## Goal of the exercise:
Keep only those lines of the records that include the string "caller".

## Extracted entries:
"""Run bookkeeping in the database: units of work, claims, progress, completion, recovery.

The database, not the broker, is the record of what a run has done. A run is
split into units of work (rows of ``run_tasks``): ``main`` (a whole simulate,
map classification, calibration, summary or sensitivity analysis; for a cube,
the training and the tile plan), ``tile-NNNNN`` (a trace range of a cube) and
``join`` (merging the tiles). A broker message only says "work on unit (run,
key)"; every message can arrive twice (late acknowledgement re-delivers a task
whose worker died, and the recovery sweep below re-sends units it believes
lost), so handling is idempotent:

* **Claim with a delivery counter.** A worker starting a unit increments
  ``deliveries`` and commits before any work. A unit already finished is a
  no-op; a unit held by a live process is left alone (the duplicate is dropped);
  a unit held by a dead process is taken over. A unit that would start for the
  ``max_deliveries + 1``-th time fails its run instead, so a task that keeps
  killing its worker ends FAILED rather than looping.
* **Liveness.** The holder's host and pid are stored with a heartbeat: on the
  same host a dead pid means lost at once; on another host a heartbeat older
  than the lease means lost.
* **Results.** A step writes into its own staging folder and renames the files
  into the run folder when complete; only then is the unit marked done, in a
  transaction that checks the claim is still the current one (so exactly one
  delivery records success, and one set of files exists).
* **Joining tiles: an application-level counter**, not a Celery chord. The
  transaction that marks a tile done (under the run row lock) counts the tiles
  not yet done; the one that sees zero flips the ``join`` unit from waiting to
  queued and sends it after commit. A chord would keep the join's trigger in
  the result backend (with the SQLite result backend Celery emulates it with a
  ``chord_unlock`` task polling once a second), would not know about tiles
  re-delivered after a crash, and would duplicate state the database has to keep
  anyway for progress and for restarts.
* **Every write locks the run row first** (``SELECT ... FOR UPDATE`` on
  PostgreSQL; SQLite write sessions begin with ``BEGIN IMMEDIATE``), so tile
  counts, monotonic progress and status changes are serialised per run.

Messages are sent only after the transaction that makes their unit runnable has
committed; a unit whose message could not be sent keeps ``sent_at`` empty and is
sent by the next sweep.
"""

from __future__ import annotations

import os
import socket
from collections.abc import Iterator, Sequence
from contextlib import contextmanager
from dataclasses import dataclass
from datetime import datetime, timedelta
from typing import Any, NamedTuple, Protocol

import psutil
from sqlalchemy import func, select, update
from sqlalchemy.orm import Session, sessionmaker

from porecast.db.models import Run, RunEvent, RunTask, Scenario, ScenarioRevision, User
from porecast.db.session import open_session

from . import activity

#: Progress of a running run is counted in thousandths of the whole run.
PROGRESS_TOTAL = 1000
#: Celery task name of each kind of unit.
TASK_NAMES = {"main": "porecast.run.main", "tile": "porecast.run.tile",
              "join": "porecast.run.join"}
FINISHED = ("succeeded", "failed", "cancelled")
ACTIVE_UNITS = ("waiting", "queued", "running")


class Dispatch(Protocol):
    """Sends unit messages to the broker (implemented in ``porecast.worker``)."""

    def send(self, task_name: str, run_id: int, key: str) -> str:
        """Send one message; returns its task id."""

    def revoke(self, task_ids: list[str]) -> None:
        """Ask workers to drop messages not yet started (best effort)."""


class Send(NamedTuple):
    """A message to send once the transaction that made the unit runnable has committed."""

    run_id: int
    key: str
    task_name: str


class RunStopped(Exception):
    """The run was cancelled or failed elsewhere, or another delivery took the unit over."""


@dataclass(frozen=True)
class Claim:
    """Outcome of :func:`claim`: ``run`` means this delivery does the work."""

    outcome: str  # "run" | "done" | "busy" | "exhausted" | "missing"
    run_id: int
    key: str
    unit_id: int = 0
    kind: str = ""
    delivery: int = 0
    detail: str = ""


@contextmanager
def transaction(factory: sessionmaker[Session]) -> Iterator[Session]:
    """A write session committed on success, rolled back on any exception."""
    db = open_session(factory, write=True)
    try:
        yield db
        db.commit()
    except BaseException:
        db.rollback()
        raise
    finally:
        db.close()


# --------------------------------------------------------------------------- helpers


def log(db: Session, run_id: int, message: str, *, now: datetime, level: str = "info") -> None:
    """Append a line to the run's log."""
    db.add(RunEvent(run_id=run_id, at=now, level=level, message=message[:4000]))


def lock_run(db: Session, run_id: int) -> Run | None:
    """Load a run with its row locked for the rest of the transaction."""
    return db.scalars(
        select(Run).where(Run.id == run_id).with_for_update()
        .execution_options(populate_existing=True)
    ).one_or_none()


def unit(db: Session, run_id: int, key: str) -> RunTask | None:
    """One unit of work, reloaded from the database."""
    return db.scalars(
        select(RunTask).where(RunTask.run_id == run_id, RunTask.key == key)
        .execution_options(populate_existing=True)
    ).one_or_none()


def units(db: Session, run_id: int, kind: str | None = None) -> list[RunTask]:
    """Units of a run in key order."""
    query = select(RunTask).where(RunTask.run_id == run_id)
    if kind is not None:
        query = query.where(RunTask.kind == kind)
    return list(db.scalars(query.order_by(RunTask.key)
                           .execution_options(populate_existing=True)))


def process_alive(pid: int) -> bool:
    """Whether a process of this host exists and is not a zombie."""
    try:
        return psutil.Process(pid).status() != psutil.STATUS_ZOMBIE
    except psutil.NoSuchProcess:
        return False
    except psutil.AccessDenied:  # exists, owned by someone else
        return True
* * *
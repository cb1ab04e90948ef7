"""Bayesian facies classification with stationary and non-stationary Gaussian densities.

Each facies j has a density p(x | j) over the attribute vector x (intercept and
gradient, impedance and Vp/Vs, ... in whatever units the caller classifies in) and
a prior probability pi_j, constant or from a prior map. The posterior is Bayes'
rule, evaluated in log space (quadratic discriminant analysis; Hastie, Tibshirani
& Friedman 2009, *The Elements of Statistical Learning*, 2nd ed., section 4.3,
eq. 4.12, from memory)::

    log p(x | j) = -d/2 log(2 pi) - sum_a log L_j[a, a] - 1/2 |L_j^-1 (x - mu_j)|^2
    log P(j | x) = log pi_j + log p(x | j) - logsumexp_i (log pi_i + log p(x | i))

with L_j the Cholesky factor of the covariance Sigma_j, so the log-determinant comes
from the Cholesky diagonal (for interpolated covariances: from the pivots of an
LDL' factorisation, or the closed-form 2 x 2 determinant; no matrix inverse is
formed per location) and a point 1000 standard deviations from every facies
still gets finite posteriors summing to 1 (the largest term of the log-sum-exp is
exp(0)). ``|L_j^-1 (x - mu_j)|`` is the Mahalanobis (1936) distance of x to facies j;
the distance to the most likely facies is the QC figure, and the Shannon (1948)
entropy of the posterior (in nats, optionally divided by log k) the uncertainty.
* * *
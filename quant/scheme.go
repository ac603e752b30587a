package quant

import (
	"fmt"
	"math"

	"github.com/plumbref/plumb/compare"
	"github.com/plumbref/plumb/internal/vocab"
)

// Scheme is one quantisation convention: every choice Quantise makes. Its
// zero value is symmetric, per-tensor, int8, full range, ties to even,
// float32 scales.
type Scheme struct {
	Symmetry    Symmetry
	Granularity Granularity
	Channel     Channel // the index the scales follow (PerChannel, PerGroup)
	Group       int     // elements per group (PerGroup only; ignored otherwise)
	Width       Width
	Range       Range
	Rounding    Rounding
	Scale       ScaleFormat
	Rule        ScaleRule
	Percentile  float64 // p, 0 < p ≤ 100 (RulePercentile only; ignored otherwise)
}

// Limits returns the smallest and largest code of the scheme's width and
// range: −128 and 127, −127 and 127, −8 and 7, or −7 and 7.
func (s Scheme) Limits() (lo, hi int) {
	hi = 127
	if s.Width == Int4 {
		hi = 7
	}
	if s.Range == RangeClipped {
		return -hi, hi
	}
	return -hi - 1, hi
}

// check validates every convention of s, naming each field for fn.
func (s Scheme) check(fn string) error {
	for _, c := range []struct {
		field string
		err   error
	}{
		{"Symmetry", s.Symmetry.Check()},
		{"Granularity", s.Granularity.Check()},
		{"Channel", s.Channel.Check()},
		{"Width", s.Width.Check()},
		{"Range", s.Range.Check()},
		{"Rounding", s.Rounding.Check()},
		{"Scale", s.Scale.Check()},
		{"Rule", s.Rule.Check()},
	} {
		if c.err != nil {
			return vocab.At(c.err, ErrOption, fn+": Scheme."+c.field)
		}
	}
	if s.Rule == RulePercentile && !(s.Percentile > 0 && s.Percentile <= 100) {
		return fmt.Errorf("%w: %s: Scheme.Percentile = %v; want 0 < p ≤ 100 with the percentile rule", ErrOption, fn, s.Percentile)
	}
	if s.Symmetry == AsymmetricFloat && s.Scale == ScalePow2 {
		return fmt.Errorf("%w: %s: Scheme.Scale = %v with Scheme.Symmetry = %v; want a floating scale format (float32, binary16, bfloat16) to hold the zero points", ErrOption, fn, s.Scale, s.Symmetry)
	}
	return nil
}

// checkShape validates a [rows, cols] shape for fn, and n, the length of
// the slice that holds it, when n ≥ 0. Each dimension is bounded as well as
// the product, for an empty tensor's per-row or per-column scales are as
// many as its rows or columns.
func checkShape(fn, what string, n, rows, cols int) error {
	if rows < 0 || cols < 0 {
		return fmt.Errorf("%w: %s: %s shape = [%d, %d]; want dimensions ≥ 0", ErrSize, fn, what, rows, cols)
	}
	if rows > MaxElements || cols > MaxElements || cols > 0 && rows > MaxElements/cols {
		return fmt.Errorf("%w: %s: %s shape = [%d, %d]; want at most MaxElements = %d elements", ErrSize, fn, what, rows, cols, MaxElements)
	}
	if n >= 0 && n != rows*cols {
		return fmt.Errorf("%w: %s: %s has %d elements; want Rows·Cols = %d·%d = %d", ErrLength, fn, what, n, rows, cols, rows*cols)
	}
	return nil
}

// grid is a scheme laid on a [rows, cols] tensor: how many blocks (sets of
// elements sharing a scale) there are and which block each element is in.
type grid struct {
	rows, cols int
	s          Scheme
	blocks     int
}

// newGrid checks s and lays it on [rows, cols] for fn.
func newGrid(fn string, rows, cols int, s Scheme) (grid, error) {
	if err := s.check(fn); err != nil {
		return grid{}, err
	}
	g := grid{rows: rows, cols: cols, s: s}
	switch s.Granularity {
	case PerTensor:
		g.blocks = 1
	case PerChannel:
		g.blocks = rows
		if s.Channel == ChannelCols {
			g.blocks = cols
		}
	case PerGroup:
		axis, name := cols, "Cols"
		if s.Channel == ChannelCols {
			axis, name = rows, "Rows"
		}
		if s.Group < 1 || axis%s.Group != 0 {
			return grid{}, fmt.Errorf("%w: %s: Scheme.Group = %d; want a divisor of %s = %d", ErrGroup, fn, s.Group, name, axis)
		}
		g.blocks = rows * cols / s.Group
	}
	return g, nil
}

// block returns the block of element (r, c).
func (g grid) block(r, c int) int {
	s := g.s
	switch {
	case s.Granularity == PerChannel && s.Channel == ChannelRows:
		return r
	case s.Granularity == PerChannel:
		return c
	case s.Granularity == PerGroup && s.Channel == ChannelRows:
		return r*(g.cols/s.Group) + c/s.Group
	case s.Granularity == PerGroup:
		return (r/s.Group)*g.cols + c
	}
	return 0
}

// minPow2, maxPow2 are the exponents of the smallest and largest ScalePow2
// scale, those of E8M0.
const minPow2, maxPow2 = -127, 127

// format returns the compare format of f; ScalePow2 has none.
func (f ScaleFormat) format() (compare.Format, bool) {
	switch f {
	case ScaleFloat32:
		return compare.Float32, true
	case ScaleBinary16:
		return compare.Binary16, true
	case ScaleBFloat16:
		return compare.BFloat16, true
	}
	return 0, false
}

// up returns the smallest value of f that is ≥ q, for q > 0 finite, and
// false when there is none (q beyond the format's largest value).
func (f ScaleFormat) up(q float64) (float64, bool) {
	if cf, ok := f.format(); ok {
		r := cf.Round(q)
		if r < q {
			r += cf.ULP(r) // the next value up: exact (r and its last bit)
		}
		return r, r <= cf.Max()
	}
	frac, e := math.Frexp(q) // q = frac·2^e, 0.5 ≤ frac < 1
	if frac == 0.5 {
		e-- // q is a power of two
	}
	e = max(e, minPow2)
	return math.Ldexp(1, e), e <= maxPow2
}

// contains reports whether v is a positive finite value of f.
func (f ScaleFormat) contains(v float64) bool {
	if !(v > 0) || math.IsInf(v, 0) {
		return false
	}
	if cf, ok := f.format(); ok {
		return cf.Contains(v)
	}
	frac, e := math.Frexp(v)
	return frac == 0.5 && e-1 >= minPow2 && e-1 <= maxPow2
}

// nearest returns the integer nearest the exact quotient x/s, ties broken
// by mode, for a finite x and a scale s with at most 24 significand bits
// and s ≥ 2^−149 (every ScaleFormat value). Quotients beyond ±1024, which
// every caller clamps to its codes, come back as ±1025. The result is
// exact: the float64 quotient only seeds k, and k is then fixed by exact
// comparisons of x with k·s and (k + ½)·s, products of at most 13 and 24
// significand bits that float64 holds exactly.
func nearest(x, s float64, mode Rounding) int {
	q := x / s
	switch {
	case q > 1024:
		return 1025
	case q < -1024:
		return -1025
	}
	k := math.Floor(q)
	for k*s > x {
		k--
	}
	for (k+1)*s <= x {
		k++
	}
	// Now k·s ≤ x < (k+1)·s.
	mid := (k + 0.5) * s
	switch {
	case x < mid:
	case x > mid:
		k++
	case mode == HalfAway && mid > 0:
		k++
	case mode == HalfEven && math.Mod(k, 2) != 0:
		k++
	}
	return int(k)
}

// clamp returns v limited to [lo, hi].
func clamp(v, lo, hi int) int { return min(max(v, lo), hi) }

## Answer box:
gradient, impedance and Vp/Vs, ... in whatever units the caller classifies in) and
// every caller clamps to its codes, come back as ±1025. The result is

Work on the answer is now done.